Cuando la guerra se volvió contra Alemania en el este, Jünger se involucró cada vez más en conversaciones con oficiales al margen del complot para matar a Hitler. Sus diarios exudan desprecio por Hitler, a quien él llama "Kniebolo", por miedo a que sus palabras caigan en las manos equivocadas. Sin embargo, estaba firmemente en contra del tiranicidio. Los conspiradores querían eliminar a Hitler antes de que los aliados invadieran desde el oeste. Jünger argumentó que el régimen escalaría a nuevos niveles de terror si mataban a Hitler.

Amargo regreso

El complot de la bomba fracasó, naturalmente, en julio de 1944 y la sed de sangre del régimen se hizo cargo. Jünger se vio obligado a abandonar el ejército. A diferencia de sus antiguos colegas militares parisinos, que fueron colgados en ganchos de carne, regresó a su hogar con su colección de escarabajos. Los diarios están llenos de curiosidad, el entusiasmo perdurable de un autodidacta, pero no están llenos de arrepentimiento, ni de calor. Su herida más profunda fue la pérdida de uno de sus hijos, Ernstel, quien murió en Italia en noviembre de 1944.

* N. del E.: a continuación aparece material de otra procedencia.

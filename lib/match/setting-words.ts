import type { ControlState, Group, LoadChoiceGroup } from './controls'
import { controlOf, isActive, isOn, keyOf, placesOf } from './groups'
import type { Preamp } from './preamp'
import { resolveSetting, totalGainDecibels } from './settings'

/** A number to so many figures, without empty decimals. */
function toFigures(value: number, figures: number): string {
  return String(Number(value.toPrecision(figures)))
}

/** A resistance as people read it: two figures unless told otherwise, such as "47 kΩ", "980 Ω", "2.2 MΩ". */
export function ohmsInWords(ohms: number, figures = 2): string {
  const rounded = Number(ohms.toPrecision(figures))
  if (rounded >= 1e6) return `${toFigures(ohms / 1e6, figures)} MΩ`
  if (rounded >= 1e3) return `${toFigures(ohms / 1e3, figures)} kΩ`
  return `${toFigures(ohms, figures)} Ω`
}

/** A capacitance as people read it: two figures unless told otherwise, such as "170 pF", "2.2 nF". */
export function faradsInWords(farads: number, figures = 2): string {
  const rounded = Number(farads.toPrecision(figures))
  if (rounded >= 1e-6) return `${toFigures(farads / 1e-6, figures)} µF`
  if (rounded >= 1e-9) return `${toFigures(farads / 1e-9, figures)} nF`
  return `${toFigures(farads / 1e-12, figures)} pF`
}

/** A gain as people read it, such as "42 dB", "63.5 dB". */
export function gainInWords(decibels: number): string {
  return `${Math.round(decibels * 10) / 10} dB`
}

/** Said of a group that waits for another one. */
const NOT_IN_USE = 'Not in use'

/**
 * What a group comes to in a state, in display words. Load and capacitance are the whole of what then stands there,
 * middle values. A load that is printed on its plug or button is called as printed there.
 */
export function describeGroup(preamp: Preamp, group: Group, state: ControlState, figures = 2): string {
  if (group.sets === 'other' || group.sets === 'filter') return isOn(preamp, group, state) ? 'On' : 'Off'
  const setting = resolveSetting(preamp, state)
  if ('clash' in setting || !isActive(preamp, group, state)) return NOT_IN_USE
  if (group.sets === 'gain') return gainInWords(totalGainDecibels(setting))
  if (group.sets === 'input') return setting.path.label
  if (group.sets === 'capacitance') return faradsInWords(setting.inputFarads.nominal, figures)
  const printed = group.how === 'choice' ? printedLoad(preamp, group, state) : null
  return printed ?? ohmsInWords(setting.loadOhms.nominal, figures)
}

function printedLoad(preamp: Preamp, group: LoadChoiceGroup, state: ControlState): string | null {
  const key = keyOf(preamp, group, state)
  const label = placesOf(controlOf(preamp, group.control)).find(({ id }) => id === key)?.label
  return label?.includes('Ω') ? label : null
}

/** Every group with what it comes to, in the order of the data. */
export function describeSetting(preamp: Preamp, state: ControlState): { group: string; label: string; value: string }[] {
  return preamp.groups.map((group) => ({ group: group.id, label: group.label, value: describeGroup(preamp, group, state) }))
}
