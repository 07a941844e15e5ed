import { describe, expect, test } from 'vitest'
import { addRevision } from '@/lib/setups/add-revision'
import { archiveSheet } from '@/lib/shelf/archive-sheet'
import { getComparison } from '@/lib/shelf/compare'
import { takeUpPositions } from '@/lib/shelf/take-up-positions'
import { responseOn } from '@/lib/shelf/views-treble'
import { faultOf } from '../support/fault'
import { COIL, FINCH, shelfWorlds, type ShelfWorld } from '../support/shelf'

const here = shelfWorlds()
const TARN = { ...FINCH, preamp: 'tarn-2', board: 'second', present: 'known', left: 'bank.10000010', right: 'bank.10000010', inductance: '450' }

/** A sheet with a second revision in which the lead was read off. */
function withTwo(world: ShelfWorld) {
  const { code } = world.sheetOf('ann', TARN)
  addRevision(world.as('ann'), code, (answers) => ({ ...answers, lead: '130' }))
  return code
}
const rowOf = (rows: { label: string; a: string; b: string; differs: boolean }[], label: string) => rows.find((row) => row.label === label)

describe('two revisions of one sheet', () => {
  test('what went in differs where it was answered otherwise, and only there', () => {
    const world = here()
    const code = withTwo(world)
    const { a, b, sameSheet, inputs, rulesDiffer } = getComparison(world.as('ann'), { a: `${code}.A`, b: `${code}.B`, shown: null })
    expect([a.letter, b.letter, sameSheet, rulesDiffer]).toEqual(['A', 'B', true, false])
    expect(inputs.filter(({ differs }) => differs).map(({ label }) => label)).toEqual(['Arm and lead'])
    expect(rowOf(inputs, 'Arm and lead')?.a).toMatch(/ pF, estimated$/)
    expect(rowOf(inputs, 'Inductance')).toEqual({ label: 'Inductance', a: '450 mH', b: '450 mH', differs: false })
    expect(rowOf(inputs, 'How it stood')?.a).toMatch(/Gain 42 dB/)
  })

  test('what came out has the figures of both, and a treble to draw on one axis', () => {
    const world = here()
    const code = withTwo(world)
    const { outcome, treble } = getComparison(world.as('ann'), { a: `${code}.A`, b: `${code}.B`, shown: 'advised' })
    expect(rowOf(outcome, 'Capacitance, all told')?.differs).toBe(true)
    expect(rowOf(outcome, 'Rules used')?.differs).toBe(false)
    expect(treble?.a.hertz).toEqual(treble?.b.hertz)
    expect(treble?.a.nominal).toHaveLength(treble?.b.hertz.length ?? 0)
    expect(treble?.heading).toMatch(/^[A-Z][a-z ,]+$/)
  })

  test('where only the switches were moved, it holds how they stood against each other', () => {
    const world = here()
    const { code } = world.sheetOf('ann', TARN)
    takeUpPositions(world.as('ann'), { code })
    const ask = (shown: 'advised' | 'stood' | null) => getComparison(world.as('ann'), { a: `${code}.A`, b: `${code}.B`, shown })
    const found = ask(null)
    expect(found).toMatchObject({ shown: 'stood', stoodKnown: true, sameBoard: true })
    expect(found.a.state).toEqual({ bank: '10000010' })
    expect(found.b.state).not.toEqual(found.a.state)
    expect(rowOf(found.outcome, 'Gain')).toMatchObject({ a: '42 dB', differs: true })
    // The advice is the same in both.
    expect(ask('advised').a.state).toEqual(ask('advised').b.state)
  })

  test('how it stood is held against nothing where it is not known', () => {
    const world = here()
    const { code } = world.sheetOf('ann', { ...TARN, present: 'unknown' })
    expect(getComparison(world.as('ann'), { a: code, b: code, shown: 'stood' })).toMatchObject({ shown: 'advised', stoodKnown: false })
  })
})

describe('two sheets', () => {
  test('of two models: no switch is held against another’s, figures are', () => {
    const world = here()
    const [one, other] = [world.sheetOf('ann', TARN).code, world.sheetOf('ann', COIL).code]
    const found = getComparison(world.as('ann'), { a: one, b: other, shown: null })
    expect(found).toMatchObject({ sameSheet: false, sameBoard: false })
    expect(rowOf(found.inputs, 'Preamp')).toEqual({ label: 'Preamp', a: 'Tarn 2', b: 'Merrin 5', differs: true })
    expect(rowOf(found.inputs, 'Output used')?.a).toBe('none')
  })

  test('with one that has no figures there is nothing to draw, and the rest stands', () => {
    const world = here()
    const strain = world.sheetOf('ann', { preamp: 'tarn-2', type: 'other', other: 'strain-gauge' }).code
    const found = getComparison(world.as('ann'), { a: strain, b: world.sheetOf('ann').code, shown: null })
    expect(found).toMatchObject({ treble: null, a: { state: null, verdict: 'does-not-suit' } })
    expect(rowOf(found.outcome, 'Gain')).toMatchObject({ a: 'none', differs: true })
  })

  test('the newest revision where no letter is named; no such letter and no such code are not found', async () => {
    const world = here()
    const code = withTwo(world)
    expect(getComparison(world.as('ann'), { a: `${code}.a`, b: code, shown: null })).toMatchObject({ a: { letter: 'A' }, b: { letter: 'B' } })
    for (const b of [`${code}.C`, 'aaaa-aaaa-aaaa-aaaa.A', '1001.A', '', '.A']) {
      expect((await faultOf(() => getComparison(world.as('ann'), { a: code, b, shown: null }))).code, b).toBe('not_found')
    }
  })

  test('someone else’s by its code, as whoever holds it may read it; not one that was put away', async () => {
    const world = here()
    const [bobs, anns] = [world.sheetOf('bob'), world.sheetOf('ann')]
    expect(getComparison(world.as('ann'), { a: anns.code, b: bobs.code, shown: null }).sameSheet).toBe(false)
    archiveSheet(world.as('bob'), { number: bobs.number })
    expect((await faultOf(() => getComparison(world.as('ann'), { a: anns.code, b: bobs.code, shown: null }))).code).toBe('not_found')
  })
})

test('a response drawn on other frequencies is read off along the logarithmic axis', () => {
  // A straight line over log f: 6 dB an octave.
  const curve = { hertz: [100, 400], low: [0, 12], nominal: [0, 12], high: [0, 12] }
  expect(responseOn([50, 200, 800], curve).nominal).toEqual([0, 6, 12])
  expect(responseOn([100, 400], curve).nominal).toEqual([0, 12])
})
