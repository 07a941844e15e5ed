import type { Candidate } from './candidates'
import { findableQuantities, type Draws } from './draws'
import { correlation } from './judgement'
import type { Doubt } from './result'

/** How much a figure's own spread counts beside a spread of its weight: enough to order unknowns that settle nothing. */
const FIGURE_SHARE = 0.02

/**
 * What each unknown contributes to the doubt about a setting, largest first. First-order shares of variance: the
 * squared correlation of the unknown with each rule's weight over the draws, times how much that weight varies
 * (McKay 1995 uses the same ratio). Shares are of what the owner can find out, and add up to 1.
 */
export function doubtsOf({ judgements }: Candidate, draws: Draws): Doubt[] {
  const findable = findableQuantities(draws.inputs)
  const scored = findable.map(({ name, quantity }) => {
    const levels = draws.ensemble.levels[name] as Float64Array
    let score = 0
    for (const { orders, values, byMiddle } of judgements) {
      const weight = byMiddle ? 0.1 : 1
      const asNumbers = Float64Array.from(orders)
      score += weight * variance(asNumbers) * correlation(asNumbers, levels) ** 2
      if (values) score += weight * FIGURE_SHARE * relativeVariance(values) * correlation(values, levels) ** 2
    }
    return { unknown: name, low: quantity.low, nominal: quantity.nominal, high: quantity.high, origin: quantity.origin, score }
  })
  const total = scored.reduce((sum, { score }) => sum + score, 0)
  return scored
    .map(({ score, ...doubt }) => ({ ...doubt, share: total > 0 ? score / total : 0 }))
    .sort((a, b) => b.share - a.share)
}

function variance(values: Float64Array): number {
  const mean = values.reduce((sum, value) => sum + value, 0) / values.length
  return values.reduce((sum, value) => sum + (value - mean) ** 2, 0) / values.length
}

/** Variance over the squared middle, at most 1, so that figures in volts and in decibels can stand side by side. */
function relativeVariance(values: Float64Array): number {
  const scale = Math.max(Math.abs(values[0]), 1e-15)
  return Math.min(1, variance(values) / (scale * scale))
}
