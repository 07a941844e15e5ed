import { candidateOf, type Candidate } from './candidates'
import { rangeOf } from './ensemble'
import { each } from './figure-parts'
import type { FigureBench } from './figure-draws'
import { toFinding, type Judgement } from './judgement'
import type { Range } from './quantity'
import type { Finding, OtherSetting } from './result'
import { summaryOf } from './settings'

/**
 * Every other combination, neighbours first, each with what decides against it or when it is worth a try. `ranked`
 * is best first; neighbours of the best are worked out anew on the bench given, which has more draws.
 */
export function otherSettings(ranked: Candidate[], bench: FigureBench): OtherSetting[] {
  const advised = candidateOf(bench, ranked[0].state, () => 0)
  return ranked
    .slice(1)
    .map((candidate) => {
      const distance = settingDistance(candidate, advised)
      return distance <= 1 ? neighbour(candidateOf(bench, candidate.state, () => 0), advised, bench, distance) : distant(candidate, ranked[0], distance)
    })
    .sort((a, b) => a.distance - b.distance || Number(a.against !== null) - Number(b.against !== null))
}

function neighbour(candidate: Candidate, advised: Candidate, bench: FigureBench, distance: number): OtherSetting {
  const against = decidesAgainst(candidate, advised)
  return {
    setting: summaryOf(candidate.setting, candidate.state),
    outputVolts: rangeOf(candidate.figures.outputVolts),
    roomDecibels: rangeOf(tighter(candidate)),
    worthATry: against ? null : reasonToTry(candidate, advised),
    against: against && toFinding(against, bench.draws),
    distance,
  }
}

function distant(candidate: Candidate, advised: Candidate, distance: number): OtherSetting {
  const against = decidesAgainst(candidate, advised)
  return {
    setting: summaryOf(candidate.setting, candidate.state),
    outputVolts: point(candidate.figures.outputVolts[0]),
    roomDecibels: point(tighter(candidate)[0]),
    worthATry: null,
    against: against && inTheMiddle(against),
    distance,
  }
}

const point = (value: number): Range => ({ low: value, nominal: value, high: value })

function inTheMiddle(judgement: Judgement): Finding {
  const finding = toFinding(judgement, null)
  return { ...finding, range: judgement.values && point(judgement.values[0]) }
}

/** The rule in which this setting is at a limit and heavier than the advice, if any. */
function decidesAgainst(candidate: Candidate, advised: Candidate): Judgement | null {
  let decisive: Judgement | null = null
  let most = 1
  for (const judgement of candidate.judgements) {
    const order = judgement.counts
    if (order <= most) continue
    const same = advised.judgements.find(({ code, figure }) => code === judgement.code && figure === judgement.figure)
    if (same && same.counts >= order) continue
    most = order
    decisive = judgement
  }
  return decisive
}

/** In how many of gain, load, capacitance, filter and input the two differ. */
function settingDistance({ setting: a }: Candidate, { setting: b }: Candidate): number {
  return [
    a.path.id !== b.path.id && a.gain.id === b.gain.id,
    a.gain.id !== b.gain.id,
    a.loadOhms.nominal !== b.loadOhms.nominal,
    a.inputFarads.nominal !== b.inputFarads.nominal,
    (a.filter === null) !== (b.filter === null),
  ].filter(Boolean).length
}

/** The tighter of the preamp's and the next input's worst margin, draw by draw. */
function tighter({ figures }: Candidate): Float64Array {
  const preamp = figures.worstMarginDecibels as Float64Array
  const next = figures.nextMarginDecibels as Float64Array
  return each(preamp.length, (i) => Math.min(preamp[i], next[i]))
}

function reasonToTry({ setting: a, figures }: Candidate, { setting: b, figures: advised }: Candidate): OtherSetting['worthATry'] {
  if (a.filter && !b.filter) return 'if-rumble'
  if (a.gain.id !== b.gain.id) return a.gain.gainDecibels.nominal > b.gain.gainDecibels.nominal ? 'if-quiet' : 'if-loud'
  if (a.loadOhms.nominal !== b.loadOhms.nominal) return 'if-load'
  if (a.inputFarads.nominal === b.inputFarads.nominal) return null
  const tilt = (draws: Candidate['figures']) => (draws.liftDecibels as Float64Array)[0] + (draws.fallDecibels as Float64Array)[0]
  return tilt(figures) > tilt(advised) ? 'if-dull' : 'if-bright'
}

Para el escritor, fue un amargo regreso a casa; se había mantenido a una cautelosa distancia del caos de la guerra, esquivando las grandes decisiones, pero en los meses finales se vio emboscado por la emoción. Mientras los tanques americanos se abrían paso hacia su refugio rural en la Baja Sajonia, mientras los refugiados alemanes huían de los rusos, las últimas palabras de Jünger en su diario palpitan de ansiedad por su nación. "Una suerte que Ernstel no pueda ver esto", escribió, "le habría dolido demasiado". Estaba describiendo su propia tristeza, su propia preferencia por la muerte. En lugar de ello, terminó viviendo hasta una edad extremadamente avanzada.